The weekend was one of the best I've ever had in the field! 

We got six sharpies the first morning hunting along CRP and alfalfa. I shot three birds in four shots, no doubt my best shooting ever and my first limit of grouse ever. We got one partridge in the evening hunt closer to VC.










On Sunday we got eight grouse. I shot two in two shots, and then went 0-for-9 on three birds the dog flushed for me, they must've been supergrouse. I'm sure he was peeved, good thing my buddies picked up my slack and got their three birds each for him to retrieve.

We went out around five, after I finished mowing the lawn and we picked up two more partridge, not more than a mile out of town, the dog was excellent. I got one bird on two shots, so whatever had me misfiring the last half of the morning, went away.
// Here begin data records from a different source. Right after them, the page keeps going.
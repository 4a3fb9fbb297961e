"""Ctrl-C around the forks of worker processes, and a Ctrl-C lost where Python drops
exceptions, seen from the command line.

Outside references: POSIX ``fork(2)`` and ``pthread_sigmask(3)`` (a forked child inherits
its parent's signal handlers and mask; a blocked signal stays pending until unblocked, and
a pending signal whose action is set to ignore is discarded, ``sigaction(2)``); the
terminal sends Ctrl-C's SIGINT to every process of the foreground process group (POSIX
General Terminal Interface, "Special Characters"); Python's data model (``__del__``: the
exceptions it raises are ignored) and the shell convention of exit status 128 + 2 after
SIGINT.
"""

from __future__ import annotations

import multiprocessing
import os
import signal
import sys
import time

import pytest

from peaksift import _processes
from peaksift._processes import process_pool, quiet_fork, signals_held, stop_pool

pytestmark = [pytest.mark.skipif(not sys.platform.startswith("linux"), reason="forks"),
              pytest.mark.usefixtures("python_ctrl_c")]


def _sleep(seconds: float) -> float:
    time.sleep(seconds)
    return seconds


def test_ctrl_c_while_a_pool_forks_is_raised_once_every_worker_is_listed(monkeypatch):
    """A Ctrl-C that comes right after a worker's fork, before the pool has listed it, is
    raised when the submit returns: every worker started is on the pool's list, so the
    stop ends them all (before, one was left running its task, outside the list)."""
    import multiprocessing.process as mp

    start = mp.BaseProcess.start
    forked: list[int] = []

    def start_then_ctrl_c(self):
        start(self)
        forked.append(self.pid)
        os.kill(os.getpid(), signal.SIGINT)  # Ctrl-C lands here, before the listing
        sum(range(10_000))  # bytecode where Python's handler would raise

    pool = process_pool(2, "fork")
    monkeypatch.setattr(mp.BaseProcess, "start", start_then_ctrl_c)
    listed: dict = {}
    try:
        with pytest.raises(KeyboardInterrupt), quiet_fork():
            try:
                pool.submit(_sleep, 30.0)
            finally:
                listed = dict(pool._processes or {})
    finally:
        monkeypatch.setattr(mp.BaseProcess, "start", start)
        procs = dict(listed)
        stop_pool(pool, procs)
    assert len(forked) == 2 and set(forked) <= set(listed)
    # the pool's own thread reaps its workers too: a Process it reaped a moment ago can
    # still read as alive here (waitpid(2) gave us ECHILD), so wait until the records agree
    deadline = time.monotonic() + 10.0
    while any(p.is_alive() for p in procs.values()) and time.monotonic() < deadline:
        time.sleep(0.05)
    assert all(not p.is_alive() for p in procs.values())


def _child_sets_up_late(delay: float) -> None:
    time.sleep(delay)  # the window between the fork and the child's own signal set-up
    _processes.worker_start()
    time.sleep(0.3)  # a Ctrl-C held since the fork would be raised here, were it not ignored


def test_a_child_sent_ctrl_c_before_its_signal_setup_carries_on():
    """A child forked under ``signals_held`` starts with SIGINT blocked; ``worker_start``
    ignores it, then unblocks it, so a Ctrl-C that reached the child before (the whole
    foreground group gets it) is discarded: the child ends normally (exit code 0), where
    without the block it would raise KeyboardInterrupt in the copy of this stack and exit 1
    with a traceback."""
    ctx = multiprocessing.get_context("fork")
    proc = ctx.Process(target=_child_sets_up_late, args=(0.5,), daemon=True)
    with quiet_fork(), signals_held():
        proc.start()
    os.kill(proc.pid, signal.SIGINT)  # long before the child's worker_start
    proc.join(timeout=60)
    assert proc.exitcode == 0


class _CtrlCOnDelete:
    def __del__(self) -> None:
        os.kill(os.getpid(), signal.SIGINT)
        sum(range(10_000))


def test_ctrl_c_lost_in_a_del_still_ends_the_command_with_one_line(monkeypatch, capsys):
    """A Ctrl-C whose KeyboardInterrupt Python drops (raised in a ``__del__``) ends the
    command as any Ctrl-C: exit status 130 and the one line, no "Exception ignored"
    traceback, the rest of the command not run."""
    from peaksift import cli

    ran_on: list[bool] = []

    def command(args) -> int:
        obj = _CtrlCOnDelete()
        del obj
        t0 = time.monotonic()
        while time.monotonic() - t0 < 2.0:
            pass
        ran_on.append(True)
        return 0

    monkeypatch.setattr(cli, "_cmd_inspect", command)
    rc = cli.main(["inspect", "nothing.parquet"])
    err = capsys.readouterr().err
    assert rc == 130 and not ran_on
    assert [x for x in err.splitlines() if x.strip()] == [
        "peaksift: interrupted; no outputs were written"], err


def test_ctrl_c_during_the_commands_first_imports_is_one_line(monkeypatch, capsys):
    """A Ctrl-C while the command imports its libraries (scipy's ~0.5 s, before any work)
    ends it like any Ctrl-C: exit status 130 and the one line, no traceback (seen: a
    traceback through scipy's import when Ctrl-C came 0.5 s after the start)."""
    from peaksift import _lean_imports, cli

    def interrupted_import() -> None:
        os.kill(os.getpid(), signal.SIGINT)
        sum(range(10_000))  # bytecode where Python's handler raises

    monkeypatch.setattr(_lean_imports, "scipy_special", interrupted_import)
    rc = cli.main(["spectrum", "no-such.toml"])
    err = capsys.readouterr().err
    assert rc == 130 and [x for x in err.splitlines() if x.strip()] == [
        "peaksift: interrupted; no outputs were written"], err


_STOPPED_THEN_LOGGED = """
import atexit, logging, sys
sys.argv = ["peaksift", "inspect", "nothing.parquet"]
from peaksift import cli
from peaksift._processes import Terminated

def command(args):
    # what a library's exit handler does after an abandoned Dask cluster: log an error
    atexit.register(lambda: logging.getLogger("asyncio").error(
        "Future exception was never retrieved"))
    raise Terminated

cli._cmd_inspect = command
cli.run()
"""


def test_a_stopped_command_says_one_line_whatever_exit_handlers_log(tmp_path):
    """After SIGTERM the command ends with status 143 (128 + 15, POSIX sh(1)) and its one
    line; an error a library logs from its exit handler (asyncio's note on a future of the
    abandoned cluster, seen once in a looped run) is not printed after it."""
    import subprocess
    from pathlib import Path

    src = str(Path(__file__).resolve().parents[1] / "src")
    done = subprocess.run([sys.executable, "-c", _STOPPED_THEN_LOGGED], capture_output=True,
                          text=True, timeout=300, env={**os.environ, "PYTHONPATH": src},
                          cwd=tmp_path, check=False)
    assert done.returncode == 143, done.stderr
    assert [x for x in done.stderr.splitlines() if x.strip()] == [
        "peaksift: terminated (SIGTERM); the run's unfinished outputs were removed"], done.stderr
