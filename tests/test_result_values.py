"""Results are values: equal when their numbers are equal, not changeable in place, and
back from their JSON form (DESIGN.md, "Core objects")."""

from __future__ import annotations

import json

import numpy as np
import pytest

import peaksift
from peaksift.fitting import FitResult


@pytest.fixture(scope="module")
def spectrum():
    rng = np.random.default_rng(4)
    x = np.concatenate([100 + rng.exponential(50.0, 4000), rng.normal(140.0, 2.0, 150)])
    return x[(x > 100) & (x < 200)]


def test_fit_result_is_a_value(spectrum):
    a = peaksift.fit(spectrum, "gaussian", "exponential", (100, 200))
    b = peaksift.fit(spectrum, "gaussian", "exponential", (100, 200))
    assert a == b
    assert a != peaksift.fit(spectrum[:-1], "gaussian", "exponential", (100, 200))
    with pytest.raises(TypeError):
        a.values["mass"] = 0.0
    with pytest.raises(ValueError):
        a.covariance[0, 0] = 0.0
    back = FitResult.from_dict(json.loads(json.dumps(a.to_dict())))
    assert back.to_dict() == a.to_dict()
    assert back.values == a.values and back.valid == a.valid
    with pytest.raises(peaksift.FitError):
        back.to_minuit()


def test_scan_result_is_a_value(spectrum):
    h = peaksift.MassHistogram(bins=50, range=(100, 200)).fill(spectrum)
    masses = np.linspace(110, 190, 9)
    res = lambda m: np.full_like(np.asarray(m, float), 2.0)  # sigma in GeV
    a = peaksift.scan(h, "gaussian", "exponential", masses, resolution=res, refit=False)
    b = peaksift.scan(h, "gaussian", "exponential", masses, resolution=res, refit=False)
    assert a == b
    with pytest.raises(ValueError):
        a.q0[0] = 1.0


def test_a_kept_scan_result_is_a_value(spectrum):
    """A scan whose preparation is kept (a Resolution, not a function) is answered from
    the compiled table the second time: the same value, its arrays read-only, its model's
    the caller's to change; Z = sqrt(q0) and p = 1 - Phi(Z) (Cowan, Cranmer, Gross,
    Vitells, EPJC 71 (2011) 1554, eqs. 52-53; Phi from scipy.stats.norm) to 1e-12."""
    from scipy import stats

    h = peaksift.MassHistogram(bins=50, range=(100, 200)).fill(spectrum)
    masses = np.linspace(110, 190, 9)
    res = peaksift.Resolution.absolute(2.0)
    a = peaksift.scan(h, "gaussian", "exponential", masses, resolution=res, refit=False)
    b = peaksift.scan(h, "gaussian", "exponential", masses, resolution=res, refit=False)
    assert a == b
    for name in ("masses", "sigma", "q0", "z_local", "p_local", "signal_yield",
                 "signal_yield_error", "background_yield", "converged", "blinded"):
        with pytest.raises(ValueError):
            getattr(b, name)[0] = 1
    b.model.counts[0] = 0.0   # the model is the caller's: writable, and not a's
    assert a.model.counts[0] != 0.0
    np.testing.assert_allclose(b.z_local, np.sqrt(b.q0), rtol=1e-12, atol=0)
    np.testing.assert_allclose(b.p_local, stats.norm.sf(b.z_local), rtol=1e-12, atol=1e-300)
    assert b.best_index == int(np.argmax(b.q0)) and b.q0.max() > 25.0
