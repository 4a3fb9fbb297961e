"""A sigma tied to the resolution at the FITTED mass (peaksift.likelihood.Tie / TiedCost).

Reference: a binned extended Poisson likelihood written here in which sigma = f(mass) is
computed inside the cost (Gaussian bin integrals from ``scipy.stats.norm.cdf`` truncated to
the window, peaksift's exponential exp(b1 t), t = (x - 150)/50, from its closed-form CDF),
minimised by iminuit (MIGRAD, errors from HESSE).  Two resolution functions: linear
(2 % of the mass) and curved (sigma = 0.4 + 1e-4 m^2 GeV, so the chain rule's second
derivative matters in the Hessian).  The peak's mass is started 4 GeV off so that a tie at
the starting mass would be visibly wrong.
"""

from __future__ import annotations

import numpy as np
import pytest
from iminuit import Minuit
from scipy import stats

import peaksift
from peaksift.histogram import MassHistogram
from peaksift.likelihood import Tie

WINDOW = (100.0, 200.0)
EDGES = np.linspace(*WINDOW, 201)

RESOLUTIONS = {
    "linear": (lambda m: 0.02 * m, lambda m: 0.02, lambda m: 0.0),
    "curved": (lambda m: 0.4 + 1e-4 * m * m, lambda m: 2e-4 * m, lambda m: 2e-4),
}


def _exp_fractions(b1: float) -> np.ndarray:
    c = np.exp(b1 * ((EDGES - 150.0) / 50.0 - 1.0))
    return np.diff(c) / (c[-1] - c[0])


def _gauss_fractions(m: float, s: float) -> np.ndarray:
    c = stats.norm.cdf((EDGES - m) / s)
    return np.diff(c) / (c[-1] - c[0])


def _histogram(res) -> tuple[MassHistogram, np.ndarray]:
    rng = np.random.default_rng(11)
    b = 100.0 + rng.exponential(60.0, 40000)
    x = np.concatenate([b[b < 200.0], rng.normal(152.0, res(152.0), 900)])
    n = np.histogram(x, EDGES)[0].astype(float)
    h = MassHistogram(EDGES)
    h.weight_sum, h.weight_sq_sum = n.copy(), n.copy()
    return h, n


def _reference(n: np.ndarray, res) -> Minuit:
    def nll(mass, s, b1, b):
        mu = s * _gauss_fractions(mass, res(mass)) + b * _exp_fractions(b1)
        if not np.all(mu > 0):
            return 1e30
        return float(np.sum(mu - n * np.log(mu)))

    m = Minuit(nll, mass=148.0, s=600.0, b1=-1.0, b=n.sum() - 600.0)
    m.errordef = 0.5
    m.limits["mass"] = (120.0, 180.0)
    m.limits["b1"] = (-60.0, 60.0)
    m.strategy = 2
    m.tol = 1e-6  # EDM goal 2e-9: converged far below the tolerances used here
    m.migrad()
    m.hesse()
    return m


@pytest.mark.parametrize("kind", list(RESOLUTIONS))
def test_tied_fit_equals_an_independent_fit_with_sigma_inside_the_cost(kind):
    """Mass, yield and background within 1e-3 of iminuit's errors; the mass error within
    1 % of HESSE's; sigma equals f(fitted mass) to rounding (1e-12 relative)."""
    res, slope, curv = RESOLUTIONS[kind]
    h, n = _histogram(res)
    ref = _reference(n, res)
    assert ref.valid
    tie = Tie("sigma", "mass", res, slope, curv, description="resolution(mass)")
    r = peaksift.fit(h, "gaussian", "exponential", WINDOW, binned=True,
                     start={"mass": 148.0}, tied={"sigma": tie})
    assert r.valid, r.problems
    v, e = r.values, r.errors
    assert v["sigma"] == pytest.approx(res(v["mass"]), rel=1e-12)
    for ours, theirs in (("mass", "mass"), ("signal_yield", "s"), ("b1", "b1"),
                         ("background_yield", "b")):
        assert v[ours] == pytest.approx(ref.values[theirs], abs=1e-3 * ref.errors[theirs])
    assert e["mass"] == pytest.approx(ref.errors["mass"], rel=0.01)
    assert e["signal_yield"] == pytest.approx(ref.errors["s"], rel=0.01)
    # the tied sigma's error is the mass error times dsigma/dm (linear propagation)
    assert e["sigma"] == pytest.approx(abs(slope(v["mass"])) * e["mass"], rel=1e-9)
    assert any("recomputed from the fitted mass" in t for t in r.notes)


def test_a_resolution_ties_sigma_as_its_tie_does():
    """``tied={"sigma": Resolution}``: the linear resolution (2 % of the mass) given as a
    peaksift.Resolution fits as the independent fit with sigma = 0.02 m inside the cost
    (values within 1e-3 of its errors), the repr calls sigma tied, not fixed."""
    res = RESOLUTIONS["linear"][0]
    h, n = _histogram(res)
    ref = _reference(n, res)
    r = peaksift.fit(h, "gaussian", "exponential", WINDOW, binned=True, start={"mass": 148.0},
                     tied={"sigma": peaksift.Resolution.relative(0.02)})
    assert r.valid, r.problems
    assert r.values["sigma"] == pytest.approx(0.02 * r.values["mass"], rel=1e-12)
    assert r.values["mass"] == pytest.approx(ref.values["mass"], abs=1e-3 * ref.errors["mass"])
    assert r.values["signal_yield"] == pytest.approx(ref.values["s"], abs=1e-3 * ref.errors["s"])
    assert "(tied)" in repr(r) and "(fixed)" not in repr(r)


def test_a_tie_at_the_start_mass_would_differ():
    """Guard that the case can tell the two apart: sigma held at f(148) instead of f(m_fit)
    moves the fitted mass by more than 0.01 of its error from the reference."""
    res, _, _ = RESOLUTIONS["curved"]
    h, n = _histogram(res)
    ref = _reference(n, res)
    r = peaksift.fit(h, "gaussian", "exponential", WINDOW, binned=True,
                     start={"mass": 148.0}, fixed={"sigma": res(148.0)})
    assert abs(r.values["mass"] - ref.values["mass"]) > 0.01 * ref.errors["mass"]


def test_a_tie_needs_a_tie_object_and_known_names():
    h, _ = _histogram(RESOLUTIONS["linear"][0])
    with pytest.raises(peaksift.FitError, match="Tie"):
        peaksift.fit(h, "gaussian", "exponential", WINDOW, tied={"sigma": 3.0})
    bad = Tie("sigma", "centre", lambda m: 1.0, lambda m: 0.0)
    with pytest.raises(peaksift.FitError, match="unknown parameter 'centre'"):
        peaksift.fit(h, "gaussian", "exponential", WINDOW, tied={"sigma": bad})


def test_unbinned_tied_fit_equals_an_independent_fit():
    """The same tie in an unbinned fit: extended unbinned NLL written here (Gaussian pdf
    from scipy.stats.norm truncated to the window, peaksift's exponential density), sigma =
    0.02 m inside the cost; mass and yield within 1e-3 of iminuit's errors, the mass error
    within 1 % of HESSE's."""
    rng = np.random.default_rng(5)
    b = 100.0 + rng.exponential(60.0, 8000)
    x = np.concatenate([b[b < 200.0], rng.normal(152.0, 0.02 * 152.0, 500)])

    def nll(mass, s, b1, nb):
        sg = 0.02 * mass
        g = stats.norm.pdf(x, mass, sg) / (stats.norm.cdf(200.0, mass, sg)
                                           - stats.norm.cdf(100.0, mass, sg))
        t = (x - 150.0) / 50.0
        e = np.exp(b1 * (t - 1.0)) * b1 / 50.0 / (1.0 - np.exp(-2.0 * b1))
        dens = s * g + nb * e
        if not np.all(dens > 0):
            return 1e30
        return float(s + nb - np.sum(np.log(dens)))

    ref = Minuit(nll, mass=150.0, s=400.0, b1=-1.0, nb=x.size - 400.0)
    ref.errordef = 0.5
    ref.limits["mass"] = (120.0, 180.0)
    ref.limits["b1"] = (-60.0, -1e-3)
    ref.strategy = 2
    ref.tol = 1e-6
    ref.migrad()
    ref.hesse()
    assert ref.valid
    tie = Tie("sigma", "mass", lambda m: 0.02 * m, lambda m: 0.02)
    r = peaksift.fit(x, "gaussian", "exponential", WINDOW, binned=False,
                     start={"mass": 148.0}, tied={"sigma": tie})
    assert r.valid, r.problems
    for ours, theirs in (("mass", "mass"), ("signal_yield", "s"), ("b1", "b1")):
        assert r.values[ours] == pytest.approx(ref.values[theirs],
                                               abs=1e-3 * ref.errors[theirs])
    assert r.errors["mass"] == pytest.approx(ref.errors["mass"], rel=0.01)
    assert r.values["sigma"] == pytest.approx(0.02 * r.values["mass"], rel=1e-12)
    # the iminuit object of the tied fit minimises the same tied cost (MIGRAD stays put)
    m = r.to_minuit()
    m.migrad()
    assert m.values["mass"] == pytest.approx(r.values["mass"], abs=1e-3 * r.errors["mass"])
Nothing could have been better for the weekend than watching my dog picking up where he left off at the end of last year, flushing coveys singletons, retrieving, and quartering with the wind. Too much fun.


----------



## Dick Monson (Aug 12, 2002)

It felt like Xmas morning today! 46 degrees and strong west wind spitting drizzel. Had to put the earlaps down. The first 3/4 mile produced nothing but cold hands. No gloves. I really appreciated the flannel lined pockets in my coat until I walked in 4 birds and got tangled up. Grouse 2, me 0. But ammo companies need business too. Sam pointed a brood of pheasant chicks that were still yellow fuzz with a black stripe. Must have hatched the 1st of the month.


----------